Task brief> Of the lines below, copy those that hold the word "float".

Records shown>
....

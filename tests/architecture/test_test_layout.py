"""The test tree itself: pytest's default import mode needs unique module basenames.

Test folders without ``__init__.py`` are imported as top-level modules, so two files called
``test_report.py`` in two such folders make collection fail ("import file mismatch") on a
clean checkout. This check names the clash before CI meets it.
"""
from __future__ import annotations

from collections import defaultdict
from pathlib import Path

TESTS = Path(__file__).resolve().parents[1]


def test_module_basenames_are_unique_outside_packages():
    seen: dict[str, list[Path]] = defaultdict(list)
    for path in TESTS.rglob("*.py"):
        if "__pycache__" in path.parts or path.name == "conftest.py":
            continue
        if (path.parent / "__init__.py").exists():
            continue  # imported as part of a package: its own namespace
        seen[path.stem].append(path.relative_to(TESTS))
    clashes = {name: paths for name, paths in seen.items() if len(paths) > 1}
    assert not clashes, f"rename one of each pair: {clashes}"
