class CurvePlot(TimedPlotWidget):
    """One plot: linear (illuminated, with a power axis on the right) or semilog (dark)."""

    def __init__(self, stats: FrameStats, *, log_y: bool = False, with_power: bool = False,
                 placeholder: str = "", parent: QWidget | None = None):
        super().__init__(stats, parent)
        self.log_y = log_y
        pi = self.getPlotItem()
        pi.showGrid(x=True, y=True, alpha=0.25)
        pi.setMenuEnabled(False)
        pi.setDownsampling(auto=True, mode="peak")
        pi.setClipToView(True)
        for name in ("left", "bottom", "right"):
            ax = pi.getAxis(name)
            ax.setPen(pg.mkPen("#404040"))
            ax.setTextPen(pg.mkPen("#202020"))
            ax.setTickFont(QFont(self.font().family(), 9))
            ax.enableAutoSIPrefix(False)        # units are in the labels; no "(x0.001)"
        pi.getAxis("left").setWidth(62)         # the plots' voltage axes line up
        pi.getAxis("right").setWidth(62)
        pi.setLabel("bottom", "voltage (V)", **LABEL_STYLE)
        if log_y:
            pi.setLogMode(x=False, y=True)
        else:
            for line in (pg.InfiniteLine(pos=0, angle=0), pg.InfiniteLine(pos=0, angle=90)):
                line.setPen(_pen("#808080", "DashLine", 1.0))
                line.setZValue(-10)
                pi.addItem(line, ignoreBounds=True)
        # Legend where these curves leave room: bottom left of an illuminated I-V plot (below
        # the zero line, before Voc), top left of a dark semilog plot.
        self.legend = pg.LegendItem(labelTextSize="9pt", labelTextColor="#202020",
                                    brush=pg.mkBrush(255, 255, 255, 230), pen=pg.mkPen("#B0B0B0"),
                                    verSpacing=-4)
        self.legend.setParentItem(pi.getViewBox())
        corner = (0, 0) if log_y else (0, 1)
        self.legend.anchor(corner, corner, offset=(8, 8) if log_y else (8, -8))
        pi.hideButtons()
        self._auto_view = True              # the range policy below, until the user zooms
        pi.getViewBox().sigRangeChangedManually.connect(self._user_moved_view)
        self.scene().sigMouseClicked.connect(self._clicked)
        self.power_view: pg.ViewBox | None = None
        if with_power:
            self.power_view = pg.ViewBox()
            pi.showAxis("right")
            pi.scene().addItem(self.power_view)
            right = pi.getAxis("right")
            right.linkToView(self.power_view)
            self.power_view.setXLink(pi)
            pi.getViewBox().sigResized.connect(self._sync_power_view)
            self._sync_power_view()
        else:                                   # an empty right axis keeps the plots aligned
            pi.showAxis("right")
            pi.getAxis("right").setStyle(showValues=False)
        # a plain label over the empty plot (not a scene item: it must not move with the view)
        self._placeholder = QLabel(placeholder, self)
        self._placeholder.setObjectName("plot-placeholder")
        self._placeholder.setStyleSheet("QLabel{color:#707070;font-size:11pt;background:transparent}")
        self._placeholder.setAlignment(Qt.AlignmentFlag.AlignCenter)
        self._placeholder.setAttribute(Qt.WidgetAttribute.WA_TransparentForMouseEvents)
        self._placeholder.setVisible(bool(placeholder))
        self.legend.hide()
        self._empty_view()
        self._fit_in_legend = False
        self._power_in_legend = False
        self.items: dict[str, _Items] = {}
        self.overlay_items: dict[str, pg.PlotDataItem] = {}

    # ------------------------------------------------------------------ layout
    def _user_moved_view(self, *args) -> None:
        self._auto_view = False

    def _clicked(self, event) -> None:
        if event.double():
            self.reset_view()

    def reset_view(self) -> None:
        """Back to the automatic range (also on a double click)."""
        self._auto_view = True
        self.fit_view()

    def fit_view(self) -> None:
        """Automatic range. Illuminated plot: the voltage span of the data, current from a
        margin below zero to just above the largest current, so the power-producing part
        fills the plot (points beyond, e.g. a compliance clamp past Voc, run off the bottom);
        the power axis is scaled so that its zero lines up with the current's zero.
        Semilog plot: pyqtgraph's own automatic range."""
        vb = self.getPlotItem().getViewBox()
        if not self._auto_view:
            return
        if self.log_y or self.power_view is None:
            if self.items or self.overlay_items:
                vb.enableAutoRange()
            return
        xs, ys, ps = [], [], []
        # xData/yData: the data as given (getData() is clipped to the present view)
        for items in self.items.values():
            x, y = items.current.xData, items.current.yData
            if x is not None and len(x):
                xs.append(x)
                ys.append(y)
            if items.power is not None:
                p = items.power.yData
                if p is not None and len(p):
                    ps.append(p)
        for item in self.overlay_items.values():
            x, y = item.xData, item.yData
            if x is not None and len(x):
                xs.append(x)
                ys.append(y)
        if not xs:
            return
        with np.errstate(all="ignore"):
            x = np.concatenate(xs)
            y = np.concatenate(ys)
            x0, x1 = np.nanmin(x), np.nanmax(x)
            ymax, ymin = np.nanmax(y), np.nanmin(y)
            pmax = max((np.nanmax(p) for p in ps), default=np.nan)
        if not (np.isfinite(x0) and np.isfinite(x1) and np.isfinite(ymax)):
            return
        top = 1.12 * ymax if ymax > 0 else 1.0
        bottom = min(0.0, max(ymin, -0.35 * top)) - 0.05 * top
        pad = 0.03 * (x1 - x0 or 1.0)
        vb.disableAutoRange()
        vb.setRange(xRange=(x0 - pad, x1 + pad), yRange=(bottom, top), padding=0)
        ptop = 1.12 * pmax if np.isfinite(pmax) and pmax > 0 else 1.0
        self.power_view.disableAutoRange()
        self.power_view.setYRange(bottom / top * ptop, ptop, padding=0)

    def _sync_power_view(self) -> None:
        if self.power_view is None:
            return
        vb = self.getPlotItem().getViewBox()
        self.power_view.setGeometry(vb.sceneBoundingRect())
        self.power_view.linkedViewChanged(vb, self.power_view.XAxis)

    def resizeEvent(self, event) -> None:  # noqa: N802 - Qt name
        super().resizeEvent(event)
        label = self.__dict__.get("_placeholder")     # pyqtgraph resizes during __init__
        if label is not None:
            label.setGeometry(0, 0, self.width(), self.height())

    def _empty_view(self) -> None:
        """A tidy default range while the plot has no data."""
        vb = self.getPlotItem().getViewBox()
        vb.disableAutoRange()
        if self.log_y:
            vb.setRange(xRange=(-0.3, 0.8), yRange=(-4, 2), padding=0)   # log10 of mA(/cm2)
        else:
            vb.setRange(xRange=(-0.1, 0.8), yRange=(-10, 50), padding=0)

    def set_axis_labels(self, current_unit: str, power_unit: str, density: bool) -> None:
        pi = self.getPlotItem()
        what = "current density" if density else "current"
        symbol = "J" if density else "I"
        if self.log_y:
            pi.setLabel("left", f"|{symbol}|, {what} ({current_unit})", **LABEL_STYLE)
        else:
            pi.setLabel("left", f"{symbol}, {what} ({current_unit})", **LABEL_STYLE)
            if self.power_view is not None:
                p = "power density" if density else "power"
                pi.setLabel("right", f"P, {p} ({power_unit})", **LABEL_STYLE)

    # ------------------------------------------------------------------ live sweeps
    def clear_sweeps(self) -> None:
        pi = self.getPlotItem()
        for items in self.items.values():
            pi.removeItem(items.current)
            self.legend.removeItem(items.current)
            if items.power is not None and self.power_view is not None:
                self.power_view.removeItem(items.power)
            if items.fit is not None:
                pi.removeItem(items.fit)
            if items.mpp is not None:
                pi.removeItem(items.mpp)
        self.items.clear()
        self._auto_view = True
        if self._fit_in_legend:
            self.legend.removeItem("model fit")
            self._fit_in_legend = False
        if self._power_in_legend:
            self.legend.removeItem("power (right axis)")
            self._power_in_legend = False
        self._update_placeholder()

    def _update_placeholder(self) -> None:
        empty = not self.items and not self.overlay_items
        if self._placeholder.text():
            self._placeholder.setVisible(empty)
        self.legend.setVisible(not empty)
        if empty:
            self._empty_view()

    def add_sweep(self, trace: SweepTrace) -> None:
        colour = palette.sweep_colour(trace.order)
        style, symbol, _ = palette.direction_style(trace.direction)
        markers = (trace.started.points_planned or 0) <= MARKER_LIMIT
        current = pg.PlotDataItem(
            pen=_pen(colour, style, 2.0), symbol=symbol if markers else None, symbolSize=6,
            symbolBrush=pg.mkBrush(colour), symbolPen=None, connect="finite", name=trace.label())
        current.setZValue(10)
        self.getPlotItem().addItem(current)
        self.legend.addItem(current, trace.label())
        items = _Items(current=current, markers=markers)
        if self.power_view is not None:
            power = pg.PlotDataItem(pen=_pen(colour, "DotLine", 1.5, palette.POWER_ALPHA),
                                    connect="finite")
            self.power_view.addItem(power)
            items.power = power
            if not self._power_in_legend:
                sample = pg.PlotDataItem(pen=_pen("#606060", "DotLine", 1.5))
                self.legend.addItem(sample, "power (right axis)")
                self._power_in_legend = True
        self.items[trace.uid] = items
        self._update_placeholder()
        self.fit_view()

    def update_sweep(self, trace: SweepTrace) -> None:
        items = self.items.get(trace.uid)
        if items is None:
            return
        x = trace.column("voltage_v")
        y = trace.column("abs_y" if self.log_y else "y")
        if items.markers and len(x) > MARKER_LIMIT:
            items.current.setSymbol(None)
            items.markers = False
        items.current.setData(x, y)
        if items.power is not None:
            items.power.setData(x, trace.column("p"))

    def show_fit(self, trace: SweepTrace, current_scale: float) -> None:
        items = self.items.get(trace.uid)
        if items is None:
            return
        curve = trace.model_curve(current_scale)
        if curve is None:
            return
        pi = self.getPlotItem()
        if items.fit is None:
            items.fit = pg.PlotDataItem(pen=_pen(palette.FIT_COLOUR, "SolidLine", 1.5),
                                        connect="finite")
            items.fit.setZValue(20)
            pi.addItem(items.fit)
            if not self._fit_in_legend:
                self.legend.addItem(items.fit, "model fit")
                self._fit_in_legend = True
        items.fit.setData(*curve)
        figures = (trace.analysis or {}).get("data_figures") or {}
        vmp, imp = figures.get("vmp_v"), figures.get("imp_a")
        if not self.log_y and vmp is not None and imp is not None:
            if items.mpp is None:
                items.mpp = pg.ScatterPlotItem(symbol="star", size=16, pen=pg.mkPen("#000000"),
                                               brush=pg.mkBrush(palette.OKABE_ITO["yellow"]))
                items.mpp.setZValue(30)
                pi.addItem(items.mpp)
            items.mpp.setData([float(vmp)], [float(imp) * current_scale])

    # ------------------------------------------------------------------ earlier sweeps
    def set_overlays(self, curves: Sequence[OverlayCurve], density: bool) -> list[str]:
        """Replace the overlays; returns the keys that could not be shown in these units."""
        pi = self.getPlotItem()
        for item in self.overlay_items.values():
            pi.removeItem(item)
            self.legend.removeItem(item)
        self.overlay_items.clear()
        skipped = []
        for k, c in enumerate(curves):
            if density and not (c.area_cm2 and c.area_cm2 > 0):
                skipped.append(c.key)
                continue
            scale = 1e3 / c.area_cm2 if density else 1e3
            y = np.asarray(c.current_a, dtype=float) * scale
            if self.log_y:
                y = np.abs(y)
                y[y == 0.0] = np.nan
            style, _, _ = palette.direction_style(c.direction)
            item = pg.PlotDataItem(c.voltage_v, y, connect="finite",
                                   pen=_pen(palette.overlay_colour(k), "DotLine" if style ==
                                            "SolidLine" else "DashDotLine", 1.5, 200))
            item.setZValue(5)
            pi.addItem(item)
            self.legend.addItem(item, c.label)
            self.overlay_items[c.key] = item
        self._update_placeholder()
        self.fit_view()
        return skipped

....

The completed task>
    def show_fit(self, trace: SweepTrace, current_scale: float) -> None:
            items.mpp.setData([float(vmp)], [float(imp) * current_scale])
            y = np.asarray(c.current_a, dtype=float) * scale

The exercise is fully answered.